* **WHAT YOU NEED TO DO**
The answer must consist of every line below that contains the word "message".

* **Saved data entries**
--------------------------------------------------

/* cli/oxide.c - `lamina oxide IMAGE...`: is this chip (or batch) the oxide
 * thickness the vendor claims? A joint profile likelihood over all images. */
#include "cli.h"
#include "setup_opts.h"
#include "lamina/analyze.h"
#include "lamina/outfile.h"
#include "lamina/plot.h"

#include <getopt.h>
#include <math.h>
#include <stdlib.h>
#include <string.h>
#include <cjson/cJSON.h>

static void oxide_help(FILE *out)
{
    fputs("Usage: lamina oxide [OPTIONS] IMAGE...\n"
          "Oxide-thickness audit from the flakes' colours: each image is analysed, the\n"
          "chi2 profiles of its confident regions over oxide thickness are summed, and\n"
          "the joint minimum is compared with the nominal value. A second minimum one\n"
          "interference order away (nominal +- 200 nm searched) is reported.\n\n"
          "  --setup FILE          setup profile (nominal oxide, camera, NA)\n"
          "  --oxide NM            nominal SiO2 thickness\n"
          "  --tolerance T         pass/fail: nanometres, or a percentage such as 3%\n"
          "                        (default 10 nm)\n"
          "  --out DIR             oxide.json and oxide.svg go here (default lamina-out)\n"
          "  --reference IMG       a bare-Si image taken with the same lamp, objective and\n"
          "                        exposure: adds the absolute method (substrate colour),\n"
          "                        which needs no flakes\n"
          "  --stability X         relative lamp/exposure repeatability for it (0.01)\n"
          "  --max-layers K, --threads N, --quiet\n\n"
          "Writes the per-image estimates and the combined one with its 1-sigma\n"
          "(model-limited: the model floor dominates large regions).\n",
          out);
}

typedef struct minimum {
    double d, chi2;
} minimum;

/* Parabola through the three points around index i: vertex and curvature. */
static void refine(const double *g, const double *c, size_t n, size_t i, double *d, double *sigma)
{
    if (i == 0 || i + 1 >= n) {
        *d = g[i];
        *sigma = NAN;
        return;
    }
    double h = g[i + 1] - g[i], a = c[i - 1], b = c[i], e = c[i + 1];
    double curv = (a - 2 * b + e) / (h * h);
    *d = curv > 0 ? g[i] + 0.5 * h * (a - e) / (a - 2 * b + e) : g[i];
    *sigma = curv > 0 ? sqrt(2.0 / curv) : NAN;
}
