static void test_huge_header(void)
{
    crc_init();
    /* signature, IHDR, a (bogus) IDAT as real files have, IEND */
    unsigned char png[8 + 25 + 16 + 12];
    static const unsigned char sig[8] = {0x89, 'P', 'N', 'G', '\r', '\n', 0x1a, '\n'};
    memcpy(png, sig, 8);
    put32(png + 8, 13);
    memcpy(png + 12, "IHDR", 4);
    put32(png + 16, 100000);
    put32(png + 20, 100000);
    png[24] = 8;
    png[25] = 2;
    png[26] = png[27] = png[28] = 0;
    put32(png + 29, crc(png + 12, 17));
    put32(png + 33, 4);
    memcpy(png + 37, "IDAT", 4);
    memcpy(png + 41, "\x78\x9c\x03\x00", 4);
    put32(png + 45, crc(png + 37, 8));
    put32(png + 49, 0);
    memcpy(png + 53, "IEND", 4);
    put32(png + 57, crc(png + 53, 4));
    char path[512];
    check_path(path, sizeof path, check_tmpdir(), "huge.png");
    write_all(path, png, sizeof png);
    lam_image *img = NULL;
    lam_error err;
    lam_error_clear(&err);
    check_int(lam_image_load(path, NULL, &img, &err), LAM_ETOOBIG,
              "100000x100000 header refused by the size check, before pixel allocation");
    check_true(strstr(err.message, "100000x100000") != NULL, "message gives the size: %s",
               err.message);
    /* the limit is an option: a small real image above a small limit */
    lam_load_options opt = lam_load_options_default();
    opt.max_pixels = 500;
    check_path(path, sizeof path, check_tmpdir(), "rt8.png");
    lam_error_clear(&err);
    check_int(lam_image_load(path, &opt, &img, &err), LAM_ETOOBIG,
              "37x23 image refused under a 500-pixel limit");
}
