def _renamed(data: dict, path: str) -> dict:
    """``data`` with deprecated keys and values under their new names, warning once per use."""
    out = dict(data)
    for (section, old), new in DEPRECATED_KEYS.items():
        sec = out.get(section)
        if isinstance(sec, dict) and old in sec:
            if new in sec:
                raise ProfileError(path, f"{section}.{old}", f"only its new name {section}.{new}", "both names")
            sec = {(new if k == old else k): v for k, v in sec.items()}
            out[section] = sec
            warnings.warn(f"{path}: {section}.{old} is deprecated, call it {section}.{new}", ProfileDeprecation,
                          stacklevel=3)
    for (section, key, old), new in DEPRECATED_VALUES.items():
        sec = out.get(section)
        if isinstance(sec, dict) and sec.get(key) == old:
            clash = [k for k in new if k != key and k in sec and sec[k] != new[k]]
            if clash:
                raise ProfileError(path, f"{section}.{clash[0]}", f'{new[clash[0]]!r} with {key} = "{old}"',
                                   repr(sec[clash[0]]))
            out[section] = {**sec, **new}
            write = ", ".join(f'{k} = "{v}"' for k, v in new.items())
            warnings.warn(f'{path}: {section}.{key} = "{old}" is deprecated, write {write}', ProfileDeprecation,
                          stacklevel=3)
    return out


def profile_from_dict(data: dict, path: str = "<profile>") -> Profile:
    """Validate already-parsed profile data (deprecated names are read under their new ones, with a warning)."""
    data = _renamed(data, path)
    c = _Checker(path)
    c.no_unknown(data, {"windowing", "descriptor", "scoring", "baseline", "streams", "storage"}, "")

    w = c.table(data.get("windowing", {}), "windowing")
    c.no_unknown(w, {f for f in Windowing.__dataclass_fields__}, "windowing")
    windowing = Windowing(
        rate_hz=c.number(w, "rate_hz", "windowing", Windowing.rate_hz, positive=True, hi=10_000),
        window_s=c.number(w, "window_s", "windowing", Windowing.window_s, positive=True),
        hop_s=c.number(w, "hop_s", "windowing", Windowing.hop_s, positive=True),
        max_gap_s=c.number(w, "max_gap_s", "windowing", Windowing.max_gap_s, positive=True),
    )
    if windowing.window_s * windowing.rate_hz < 4:
        c.fail("windowing.window_s", "a window of at least 4 samples at rate_hz", windowing.window_s)

    d = c.table(data.get("descriptor", {}), "descriptor")
    c.no_unknown(d, {f for f in Descriptor.__dataclass_fields__}, "descriptor")
    ridge = d.get("ridge", Descriptor.ridge)
    if ridge != "auto":
        if isinstance(ridge, str):
            c.fail("descriptor.ridge", 'a number > 0 or "auto"', repr(ridge))
        ridge = c.number(d, "ridge", "descriptor", 1.0, positive=True)
    descriptor = Descriptor(
        kind=c.string(d, "kind", "descriptor", Descriptor.kind, choices=DESCRIPTOR_KINDS),
        shrinkage=c.string(d, "shrinkage", "descriptor", Descriptor.shrinkage, choices=SHRINKAGE_ESTIMATORS),
        include_mean=c.boolean(d, "include_mean", "descriptor", Descriptor.include_mean),
        lags=c.integer(d, "lags", "descriptor", Descriptor.lags, lo=1),
        ridge=ridge,
        per_stream=c.boolean(d, "per_stream", "descriptor", Descriptor.per_stream),
    )

    s = c.table(data.get("scoring", {}), "scoring")
    c.no_unknown(s, {f for f in Scoring.__dataclass_fields__}, "scoring")
    scoring = Scoring(
        metric=c.string(s, "metric", "scoring", Scoring.metric, choices=METRICS),
        method=c.string(s, "method", "scoring", Scoring.method, choices=SCORING_METHODS),
        k=c.integer(s, "k", "scoring", Scoring.k, lo=1),
        knn_stat=c.string(s, "knn_stat", "scoring", Scoring.knn_stat, choices=KNN_STATS),
        knn_unit=c.string(s, "knn_unit", "scoring", Scoring.knn_unit, choices=KNN_UNITS),
        exclusion_s=c.number(s, "exclusion_s", "scoring", Scoring.exclusion_s, nonneg=True, finite=False),
        trim_fraction=c.number(s, "trim_fraction", "scoring", Scoring.trim_fraction, lo=0.0, hi=0.5),
        threshold_c=c.number(s, "threshold_c", "scoring", Scoring.threshold_c, positive=True),
        n_top_channels=c.integer(s, "n_top_channels", "scoring", Scoring.n_top_channels, lo=1),
    )

    b = c.table(data.get("baseline", {}), "baseline")
    c.no_unknown(b, {f for f in BaselineSpec.__dataclass_fields__}, "baseline")
    recordings = c.strings(b, "recordings", "baseline", ())
    # Listing recordings without naming a source keeps its old meaning: the baseline is those recordings.
    source = c.string(b, "source", "baseline", "recordings" if recordings else BaselineSpec.source,
                      choices=BASELINE_SOURCES)
    if source == "recordings" and not recordings:
        c.fail("baseline.recordings", 'at least one recording name with source = "recordings"', "none")
    baseline = BaselineSpec(source=source, recordings=recordings,
                            history_nights=c.integer(b, "history_nights", "baseline", BaselineSpec.history_nights,
                                                     lo=1),
                            max_references=c.integer(b, "max_references", "baseline", BaselineSpec.max_references,
                                                     lo=10),
                            history_max_score=c.number(b, "history_max_score", "baseline",
                                                       BaselineSpec.history_max_score))

    so = c.table(data.get("storage", {}), "storage")
    c.no_unknown(so, {f for f in Storage.__dataclass_fields__}, "storage")
    endpoint = c.string(so, "endpoint_url", "storage", Storage.endpoint_url)
    if endpoint and not endpoint.startswith(("http://", "https://")):
        c.fail("storage.endpoint_url", "an http:// or https:// URL", repr(endpoint))
    storage = Storage(endpoint_url=endpoint, region=c.string(so, "region", "storage", Storage.region),
                      anonymous=c.boolean(so, "anonymous", "storage", Storage.anonymous),
                      lock_ttl_s=c.number(so, "lock_ttl_s", "storage", Storage.lock_ttl_s, positive=True))

    raw_streams = c.table(data.get("streams", {}), "streams")
    if not raw_streams:
        c.fail("streams", "at least one [streams.NAME] section", "none")
    streams: dict[str, TableStream | VideoStream] = {}
    for name, st in raw_streams.items():
        where = f"streams.{name}"
        st = c.table(st, where)
        kind = c.string(st, "kind", where, None, choices=STREAM_KINDS)
        if kind == "table":
            streams[name] = _parse_table(c, name, st, where)
        else:
            streams[name] = _parse_video(c, name, st, where)
    channel_owner: dict[str, str] = {}
    for st in streams.values():
        if isinstance(st, TableStream):
            for ch in st.channels or st.fields:
                if ch in channel_owner:
                    c.fail(f"streams.{st.name}.channels", "channel names unique across streams",
                           f"{ch!r} also in streams.{channel_owner[ch]}")
                channel_owner[ch] = st.name
    if not any(isinstance(st, TableStream) for st in streams.values()):
        c.fail("streams", "at least one table stream (it defines the common clock)", "only video streams")
    return Profile(path=path, streams=streams, windowing=windowing, descriptor=descriptor, scoring=scoring,
                   baseline=baseline, storage=storage, raw=data)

--------------------------------------------------

* **OUTPUT FOR THIS TASK**
    check_true(strstr(err.message, "100000x100000") != NULL, "message gives the size: %s",
               err.message);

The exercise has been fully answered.